(Saved entries)
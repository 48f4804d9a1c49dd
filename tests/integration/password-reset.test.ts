import { inject, describe, expect, test } from "vitest";
import { readCaughtMail, waitForLink } from "../support/outbox";
import { GOOD_PASSWORD, signUpNewOrganisation, TestClient } from "../support/client";

const outboxDir = inject("outboxDir");

describe("Password reset by e-mailed link", () => {
  test("A user resets the password end to end from the e-mail", async () => {
    const { email, client: oldSession } = await signUpNewOrganisation("reset");
    const client = new TestClient();
    const asked = await client.post("/forgot-password", { email });
    expect(asked.status).toBe(200);
    expect(asked.text).toContain("Check your e-mail");

    const link = await waitForLink(outboxDir, email, /https?:\/\/\S+\/reset-password\/[A-Za-z0-9_-]+/);
    const path = new URL(link).pathname;
    const page = await client.get(path);
    expect(page.status).toBe(200);
    expect(page.text).toContain("Choose a new password");

    const newPassword = "a brand new passphrase for me";
    const done = await client.post(path, { password: newPassword });
    expect(done.status).toBe(302);
    expect(done.location).toBe("/login");

    // Old password no longer works, new one does, and earlier sessions were ended.
    expect((await new TestClient().signIn(email, GOOD_PASSWORD)).status).toBe(401);
    expect((await new TestClient().signIn(email, newPassword)).status).toBe(302);
    expect((await oldSession.get("/account")).status).toBe(302);

    // Single use: the same link is spent.
    expect((await client.get(path)).status).toBe(404);
    expect((await client.post(path, { password: "yet another long passphrase" })).status).toBe(404);
  });

  test("The token in the link is stored only as a hash and the e-mail says when it expires", async () => {
    const { email } = await signUpNewOrganisation("reset-mail");
    await new TestClient().post("/forgot-password", { email });
    const link = await waitForLink(outboxDir, email, /https?:\/\/\S+\/reset-password\/[A-Za-z0-9_-]+/);
    const token = link.split("/").at(-1)!;
    expect(token.length).toBeGreaterThanOrEqual(43); // 32 random bytes in base64url
    const mail = (await readCaughtMail(outboxDir)).filter((message) => message.to.includes(email)).at(-1)!;
    expect(mail.subject).toBe("Reset your Sallyport password");
    expect(mail.text).toContain("expires in 30 minutes");
  });

  test("An unknown address gets the same answer and no e-mail", async () => {
    const email = `nobody-${Date.now()}@test.example`;
    const response = await new TestClient().post("/forgot-password", { email });
    expect(response.status).toBe(200);
    expect(response.text).toContain("Check your e-mail");
    await new Promise((resolve) => setTimeout(resolve, 300));
    expect((await readCaughtMail(outboxDir)).some((message) => message.to.includes(email))).toBe(false);
  });

  // NIST SP 800-63B rev 4 §3.1.1.2: at least 15 characters for a single-factor password.
  test("A too-short new password is refused with the reason and the link stays usable", async () => {
    const { email } = await signUpNewOrganisation("reset-weak");
    const client = new TestClient();
    await client.post("/forgot-password", { email });
    const path = new URL(await waitForLink(outboxDir, email, /https?:\/\/\S+\/reset-password\/[A-Za-z0-9_-]+/)).pathname;
    const refused = await client.post(path, { password: "short one" });
    expect(refused.status).toBe(400);
    expect(refused.text).toContain("Use at least 15 characters");
    expect((await client.get(path)).status).toBe(200);
  });

  test("A made-up token is answered 404, not 500", async () => {
    const client = new TestClient();
    expect((await client.get("/reset-password/not-a-real-token-at-all-xxxxxxxxxxxx")).status).toBe(404);
    expect((await client.get("/reset-password/%00%ff")).status).toBe(400);
  });
});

### TASK GOAL
When a line of the records has the word "refused", pick it out and copy it.

### TASK SOLUTION
  test("A too-short new password is refused with the reason and the link stays usable", async () => {
    const refused = await client.post(path, { password: "short one" });
    expect(refused.status).toBe(400);
    expect(refused.text).toContain("Use at least 15 characters");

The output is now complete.